The DOJ said that David Leon Fredrick and his wife Patricia Lynn Hough were indicted for conspiring to defraud the Internal Revenue Service (IRS) by concealing millions of dollars in assets and income in offshore bank accounts at UBS and other foreign banks. 

According to the indictment, the married doctors served on the Board of Directors of two Caribbean-based medical schools, located on Saba in the Netherlands Antilles, and in Nevis.

The indictment claims that Fredrick had an ownership interest in the medical school on Nevis until 2007, when both medical schools were sold. 

The indictment alleges that Fredrick and Hough conspired with each other and with Beda Singenberger, a citizen and resident of Switzerland who is under indictment in the Southern District of New York, and a UBS banker to defraud the IRS. 

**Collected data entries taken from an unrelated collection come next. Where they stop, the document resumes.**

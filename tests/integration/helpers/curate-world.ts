/** Shared set-up for the curator workspace's integration tests: a fresh database, people, a fake S3. */
import { mkdtempSync, rmSync } from 'node:fs';
import { tmpdir } from 'node:os';
import { join } from 'node:path';
import { startFakeS3 } from '../../../fixtures/s3/server';
import { createStorage } from '../../../src/lib/server/storage/index';
import * as t from '../../../src/lib/server/db/schema';
import type { Actor } from '../../../src/lib/server/curate/common';
import { freshDatabase } from './db';

export async function curateWorld(name: string) {
	const dbh = await freshDatabase(name);
	const dir = mkdtempSync(join(tmpdir(), 'sg-s3-'));
	const s3 = await startFakeS3({ port: 0, directory: dir });
	const storage = createStorage({
		endpoint: s3.endpoint,
		bucket: s3.bucket,
		region: 'us-east-1',
		accessKeyId: 'S3RVER',
		secretAccessKey: 'S3RVER'
	});
	const people = await dbh.db
		.insert(t.users)
		.values([
			{ email: 'cur@example.test', name: 'Test Curator', role: 'curator' },
			{ email: 'adm@example.test', name: 'Test Admin', role: 'admin' },
			{ email: 'mem@example.test', name: 'Test Member', role: 'member' },
			{ email: 'other@example.test', name: 'Other Member', role: 'member' }
		])
		.returning();
	const [cur, adm, mem, other] = people.map((p) => ({ id: p.id, role: p.role }) as Actor);
	return {
		...dbh,
		storage,
		curator: cur,
		admin: adm,
		member: mem,
		other,
		async close() {
			await dbh.close();
			await s3.close();
			rmSync(dir, { recursive: true, force: true });
		}
	};
}

/** Audit rows for one entity, oldest first. */
export async function auditRows(db: Awaited<ReturnType<typeof curateWorld>>['db'], entity: string) {
	const rows = await db.select().from(t.auditLog);
	return rows.filter((r) => r.entity === entity).sort((a, b) => a.id - b.id);
}
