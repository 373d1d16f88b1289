export type TemperatureCategory = "cool" | "intermediate" | "warm";

export type CoolPeriod = {
  /** Nights at or under this count towards the cue (absent: nights don't matter). */
  maxNightC?: number;
  /**
   * Extension beyond night temperature: some groups (Phalaenopsis) are cued by cool days, not
   * cool nights — Blanchard & Runkle (2006).
   */
  maxDayC?: number;
  weeks: number;
  months?: string; // in words, hemisphere-neutral: "late summer into autumn"
  /**
   * Months (1–12, northern hemisphere; shifted six months in the south) in which the cue counts:
   * a cool spell outside them comes too early or too late. Absent: any month.
   */
  cueMonths?: number[];
  /** The rest must be kept nearly dry (nobile Dendrobium, Pleione, Coelogyne cristata). */
  dryRest?: boolean;
};

export type PlantProfile = {
  key: string;
  name: string;
  group: "orchid" | "other";
  /** An orchid term: shown for orchids only (group "orchid"); kept on others for filters and own profiles. */
  category: TemperatureCategory;
  minNightC: number; // lowest comfortable night: the bottom of the comfort range
  maxDayC: number; // highest comfortable day: the top of the comfort range
  /** Cold damage line, °C: below it the plant is harmed (chilling or frost), not just slowed. Absent: minNightC − 4. */
  damageNightC?: number;
  /** Heat damage line, °C: above it the plant is harmed. Absent: maxDayC + 4. */
  damageDayC?: number;
  /** Highest comfortable night, °C, for cool growers: a season of warmer nights stops growth or flowering. */
  maxNightC?: number;
  humidityMin: number;
  humidityMax: number; // % band
  light: "low" | "medium" | "high";
  dliMin: number;
  dliMax: number; // mol m⁻² d⁻¹
  /** The day–night difference or cool period it needs to flower. */
  flowering: { difC?: number; coolPeriod?: CoolPeriod; note: string };
  coldTolerance: string; // plain words, e.g. "damaged below about 10 °C"
  summary: string; // one beginner-readable sentence
  sources: { field: string; source: string; memory?: boolean }[]; // every value with its source, or marked memory
};

/**
 * Orchid temperature categories by winter night minimum, as grower societies use them
 * (Frowine, Orchids for Dummies, table 2-1; American Orchid Society culture guidance):
 * cool 7–13 °C, intermediate 13–16 °C, warm 16–18 °C and above. Groups whose safe night is
 * under 13 °C count as cool; the band is the preferred winter night, not a hard limit.
 */
export const CATEGORY_NIGHTS: Record<TemperatureCategory, { fromC: number; toC: number | null }> = {
  cool: { fromC: 7, toC: 13 },
  intermediate: { fromC: 13, toC: 16 },
  warm: { fromC: 16, toC: null },
};

export function categoryForNight(minNightC: number): TemperatureCategory {
  if (minNightC < CATEGORY_NIGHTS.intermediate.fromC) return "cool";
  if (minNightC < CATEGORY_NIGHTS.warm.fromC) return "intermediate";
  return "warm";
}

type Source = PlantProfile["sources"][number];

const CATEGORY: Source = {
  field: "category",
  source: "Frowine, Orchids for Dummies, table 2-1, and AOS culture guidance: category from the lowest safe night",
};
const aos = (field: string, sheet: string, checked = false): Source => ({
  field,
  source: `American Orchid Society culture sheet, ${sheet}${checked ? " (wording checked against a published copy)" : ""}`,
  ...(checked ? {} : { memory: true }),
});
const rhs = (field: string, plant: string): Source => ({
  field,
  source: `RHS houseplant guidance, ${plant}`,
  memory: true,
});
const reid = (field = "coldTolerance"): Source => ({
  field,
  source: "Reid (1991), Acta Horticulturae 298: chilling injury of tropical foliage plants and flowers below 7–10 °C",
});
const dli = (note = "common practice"): Source => ({
  field: "dliMin/dliMax",
  source: `grower DLI bands for the light class (${note})`,
  memory: true,
});
const memo = (field: string, source: string): Source => ({ field, source, memory: true });
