export default function Import({ loaderData }: Route.ComponentProps) {
  const { site, sensors } = loaderData;
  const fetcher = useFetcher<typeof action>();
  const [key, setKey] = useState(0);
  const result = fetcher.data;
  const preview = result && "preview" in result ? result.preview : undefined;
  const imported = result && "imported" in result ? result.imported : undefined;
  const busy = fetcher.state !== "idle";
  const importing = busy && fetcher.formData?.get("intent") === "import";
  const [form, fields] = useForm({
    id: "csv-import",
    lastResult: result && "result" in result ? result.result : undefined,
    onValidate: ({ formData }) => parseWithZod(formData, { schema: csvImportSchema }),
  });
  return (
    <div className="max-w-4xl space-y-6">
      <p className="text-muted">
        Many loggers export CSV. Up to {CSV_MAX_BYTES / 1024 / 1024} MB and {CSV_MAX_ROWS.toLocaleString("en")} rows per
        file; a file imported twice adds nothing the second time.
      </p>
      <fetcher.Form
        method="post"
        encType="multipart/form-data"
        className="card space-y-5"
        key={key}
        {...getFormProps(form)}
      >
        <div>
          <label className="label" htmlFor="file">
            CSV file
          </label>
          <input id="file" name="file" type="file" accept=".csv,.txt,text/csv" className="field" required />
          <FieldError meta={fields.file} />
        </div>
        <div className="grid gap-4 sm:grid-cols-2">
          <div>
            <label className="label" htmlFor="sensorId">
              Readings from sensor
            </label>
            <select id="sensorId" name="sensorId" className="field" required defaultValue={sensors[0]?.id}>
              {sensors.map((s) => (
                <option key={s.id} value={s.id}>
                  {s.name}
                  {s.spotName ? ` (in ${s.spotName})` : ""}
                </option>
              ))}
            </select>
            <p className="hint">Readings go to the spot the sensor was in at each timestamp.</p>
            <FieldError meta={fields.sensorId} />
          </div>
          <div>
            <label className="label" htmlFor="dateFormat">
              Dates are written
            </label>
            <select id="dateFormat" name="dateFormat" className="field" defaultValue="iso">
              <option value="iso">2026-03-01 18:30 (year first)</option>
              <option value="dmy">01/03/2026 18:30 (day first)</option>
              <option value="mdy">03/01/2026 6:30 PM (month first)</option>
              <option value="epoch">Seconds since 1970</option>
            </select>
            <FieldError meta={fields.dateFormat} />
          </div>
          <div>
            <label className="label" htmlFor="timeZone">
              Time zone of times without one
            </label>
            <select id="timeZone" name="timeZone" className="field" defaultValue={site.timeZone}>
              {zones.map((z) => (
                <option key={z} value={z}>
                  {z.replace(/_/g, " ")}
                </option>
              ))}
            </select>
            <FieldError meta={fields.timeZone} />
          </div>
          <div>
            <label className="label" htmlFor="unit">
              Temperatures in
            </label>
            <select id="unit" name="unit" className="field" defaultValue={preview?.mapping.unit ?? ""}>
              <option value="">Read it from the column name</option>
              <option value="C">°C</option>
              <option value="F">°F</option>
            </select>
            <FieldError meta={fields.unit} />
          </div>
        </div>
        {preview ? (
          <fieldset className="grid gap-4 sm:grid-cols-4">
            <legend className="label mb-2">Columns</legend>
            {CSV_COLUMNS.map((c) => (
              <div key={c}>
                <label className="text-sm text-muted" htmlFor={`col-${c}`}>
                  {c === "lux" ? "light (lux)" : c}
                </label>
                <select id={`col-${c}`} name={c} className="field" defaultValue={preview.mapping[c] ?? "none"}>
                  {c !== "timestamp" ? <option value="none">none</option> : null}
                  {preview.headers.map((h, i) => (
                    <option key={i} value={i}>
                      {h}
                    </option>
                  ))}
                </select>
                <FieldError meta={fields[c]} />
              </div>
            ))}
          </fieldset>
        ) : null}
        <FormErrors errors={form.errors} />
        {result && "error" in result ? (
          <p className="error" role="alert">
            {result.error}
          </p>
        ) : null}
        <div className="flex flex-wrap gap-3">
          <button className="btn-quiet" name="intent" value="preview" disabled={busy}>
            {preview ? "Update preview" : "Preview"}
          </button>
          {preview ? (
            <button className="btn" name="intent" value="import" disabled={busy}>
              {importing
                ? `Importing ${preview.total.toLocaleString("en")} rows…`
                : `Import ${preview.total.toLocaleString("en")} rows`}
            </button>
          ) : null}
        </div>
        {importing ? (
          <div
            className="h-1.5 w-full animate-pulse rounded-[0.2rem] bg-accent/40"
            role="progressbar"
            aria-label="Importing"
          />
        ) : null}
      </fetcher.Form>

      {preview ? (
        <section className="card" data-testid="csv-preview">
          <h2 className="h2 mb-3">As they will be stored</h2>
          <div className="overflow-x-auto" tabIndex={0} role="region" aria-label="Preview of the file">
            <table className="table">
              <thead>
                <tr>
                  <th>Line</th>
                  <th>Time ({site.timeZone})</th>
                  <th>°C</th>
                  <th>% RH</th>
                  <th>lux</th>
                </tr>
              </thead>
              <tbody>
                {preview.rows.map((r) => (
                  <tr key={r.line}>
                    <td>{r.line}</td>
                    <td>{r.measuredAt}</td>
                    <td>{r.temperature?.toFixed(2) ?? "–"}</td>
                    <td>{r.humidity?.toFixed(1) ?? "–"}</td>
                    <td>{r.lux ?? "–"}</td>
                  </tr>
                ))}
              </tbody>
            </table>
          </div>
          {preview.dstChanges.length > 0 ? (
            <div className="mt-4" data-testid="csv-dst">
              <h3 className="font-semibold">Clock changes</h3>
              <ul className="mt-1 list-disc pl-5 text-sm">
                {preview.dstChanges.map((d) => (
                  <li key={d}>{d}</li>
                ))}
              </ul>
            </div>
          ) : null}
          {preview.outsideSpots > 0 ? (
            <div className="mt-4" role="alert" data-testid="csv-outside">
              <p className="text-poor font-semibold">
                {preview.beforeFirstPlacement > 0
                  ? `${preview.beforeFirstPlacement.toLocaleString("en")} ` +
                    `${preview.beforeFirstPlacement === 1 ? "row falls" : "rows fall"}` +
                    ` before this sensor's placement`
                  : ""}
                {preview.beforeFirstPlacement > 0 && preview.outsideSpots > preview.beforeFirstPlacement ? "; " : ""}
                {preview.outsideSpots > preview.beforeFirstPlacement
                  ? `${(preview.outsideSpots - preview.beforeFirstPlacement).toLocaleString("en")} fall between its placements, in no spot`
                  : ""}
                .
              </p>
              <p className="text-sm">
                They would be stored but shown on no spot&apos;s pages
                {preview.earliestOutside ? ` (the earliest is ${preview.earliestOutside})` : ""}.{" "}
                <a className="link" href={preview.sensorPage}>
                  Extend the sensor&apos;s placement
                </a>{" "}
                to cover them before importing, or assign them there afterwards.
              </p>
            </div>
          ) : null}
          {preview.failed.length > 0 ? (
            <div className="mt-4">
              <h3 className="font-semibold text-poor">
                Rows that will be skipped ({preview.failedTotal.toLocaleString("en")}
                {preview.failedTotal > preview.failed.length ? `, the first ${preview.failed.length} shown` : ""})
              </h3>
              <ul className="mt-1 list-disc pl-5 text-sm" data-testid="csv-failures">
                {preview.failed.map((f) => (
                  <li key={f.line}>
                    Line {f.line}: {f.reason}
                  </li>
                ))}
              </ul>
            </div>
          ) : null}
        </section>
      ) : null}

      {imported ? (
        <section className="card" data-testid="csv-result" role="status">
          <h2 className="h2">{imported.stopped ? "Import stopped part-way" : "Imported"}</h2>
          <p className="mt-2">
            {imported.stored.toLocaleString("en")} new readings stored of {imported.rows.toLocaleString("en")} rows
            {imported.duplicates > 0 ? `; ${imported.duplicates.toLocaleString("en")} were already stored` : ""}
            {imported.conflicts > 0
              ? `; ${imported.conflicts.toLocaleString("en")} had a different value already stored for their time, which was kept`
              : ""}
            {imported.failed > 0 ? `; ${imported.failed.toLocaleString("en")} rows skipped` : ""}.
          </p>
          {imported.outsideSpots > 0 ? (
            <p className="mt-2" role="alert" data-testid="csv-result-outside">
              {imported.outsideSpots.toLocaleString("en")} of the file&apos;s readings are at times when the sensor was
              in no spot, so no page shows them.{" "}
              <a className="link" href={imported.sensorPage}>
                Assign them to a spot on the sensor&apos;s page
              </a>
              .
            </p>
          ) : null}
          {imported.dstChanges.length > 0 ? (
            <ul className="mt-2 list-disc pl-5 text-sm">
              {imported.dstChanges.map((d) => (
                <li key={d}>{d}</li>
              ))}
            </ul>
          ) : null}
          {imported.stopped ? (
            <p className="error mt-2" role="alert" data-testid="csv-stopped">
              The rows from line {imported.stopped.line.toLocaleString("en")} on could not be stored (
              {imported.stopped.reason}). Everything before that line is kept. Import the same file again when the
              server is back: rows already stored are skipped, so only the rest is added.
            </p>
          ) : null}
          <button type="button" className="btn-quiet mt-3" onClick={() => setKey((k) => k + 1)}>
            Import another file
          </button>
        </section>
      ) : null}
    </div>
  );
}
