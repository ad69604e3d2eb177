import { createActionGroup, props } from '@ngrx/store';
import { DuesLedger, DuesOverview } from '@shared/dues';
import { FieldErrors } from '@app/ui/server-field-errors';

export const DuesApiActions = createActionGroup({
  source: 'Dues API',
  events: {
    'Overview Loaded Success': props<{ overview: DuesOverview }>(),
    'Overview Loaded Failure': props<{ message: string }>(),
    'Payment Made Success': props<{ overview: DuesOverview }>(),
    'Payment Made Failure': props<{ message: string }>(),
    'Renewal Stopped Success': props<{ overview: DuesOverview }>(),
    'Renewal Stopped Failure': props<{ message: string }>(),
    'Ledger Loaded Success': props<{ ledger: DuesLedger }>(),
    'Ledger Loaded Failure': props<{ message: string }>(),
    'Ledger Changed Success': props<{ ledger: DuesLedger; notice: string }>(),
    'Ledger Changed Failure': props<{ message: string; fields: FieldErrors | null }>(),
  },
});
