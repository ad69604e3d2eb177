import { Knex } from 'knex';
import { Role } from '@shared/auth';

// Who may sign in and what they did: people, their roles, invitations, reset links and the audit log.

export interface UserRow {
  id: number;
  email: string;
  name: string;
  password_hash: string;
  active: number | boolean;
  password_reset_requested_at: Date | null;
  unit_system: 'metric' | 'us';
  created_at: Date;
  updated_at: Date;
}

export interface UserRoleRow {
  user_id: number;
  role: Role;
}

export interface InvitationRow {
  id: number;
  email: string;
  roles: Role[];
  token_hash: string;
  invited_by_user_id: number;
  expires_at: Date;
  accepted_at: Date | null;
  revoked_at: Date | null;
  created_at: Date;
}

export interface PasswordResetRow {
  id: number;
  user_id: number;
  token_hash: string;
  issued_by_user_id: number | null;
  expires_at: Date;
  used_at: Date | null;
  created_at: Date;
}

export interface AuditLogRow {
  id: number;
  actor_user_id: number | null;
  action: string;
  subject_type: string;
  subject_id: number | null;
  detail: Record<string, unknown> | null;
  created_at: Date;
}

declare module 'knex/types/tables' {
  interface Tables {
    users: Knex.CompositeTableType<UserRow, Omit<UserRow, 'id' | 'created_at' | 'updated_at' | 'password_reset_requested_at' | 'unit_system'>, Partial<UserRow>>;
    user_roles: UserRoleRow;
    invitations: Knex.CompositeTableType<InvitationRow, Omit<InvitationRow, 'id' | 'created_at' | 'accepted_at' | 'revoked_at' | 'roles'> & { roles: string }, Partial<InvitationRow>>;
    password_resets: Knex.CompositeTableType<PasswordResetRow, Omit<PasswordResetRow, 'id' | 'created_at' | 'used_at'>, Partial<PasswordResetRow>>;
    audit_log: Knex.CompositeTableType<AuditLogRow, Omit<AuditLogRow, 'id' | 'created_at' | 'detail'> & { detail: string | null }>;
  }
}
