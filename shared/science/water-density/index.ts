export * from './tanaka-water-density';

“They carried out the conspiracy by creating and using nominee entities and undeclared bank accounts in their names and the names of the nominee entities at UBS and other foreign banks to conceal assets and income from the IRS, including the sale of real estate associated with the medical school on Saba and shares they owned in the medical school on Nevis,” the indictment alleges. 

“The real estate was sold for more than US$33 million, all of which was deposited into one of their undeclared accounts in the name of a nominee entity,” it adds.

The indictment further alleges that Fredrick and Hough used emails, telephone and in-person meetings to instruct Swiss bankers and asset managers to make investments and transfer funds from their undeclared accounts at UBS. 

According to the indictment, Fredrick and Hough “caused funds from the medical schools’ undeclared accounts to be transferred to undeclared accounts in their individual names or in the names of nominee entities.

“Fredrick and Hough then used the funds in their undeclared accounts to purchase an airplane, two homes in North Carolina and a condominium in Sarasota, Florida,” it alleges, adding that Fredrick also transferred more than one million dollars to his relatives. 

Fredrick and Hough were also charged with four counts of filing false tax returns for 2005, 2006, 2007 and 2008. 

The indictment alleges that Fredrick and Hough filed false tax returns which substantially understated their total income and failed, on Schedule B, Parts I and III, to report that they had an interest in or signature or other authority over bank, securities or other financial accounts located in foreign countries. 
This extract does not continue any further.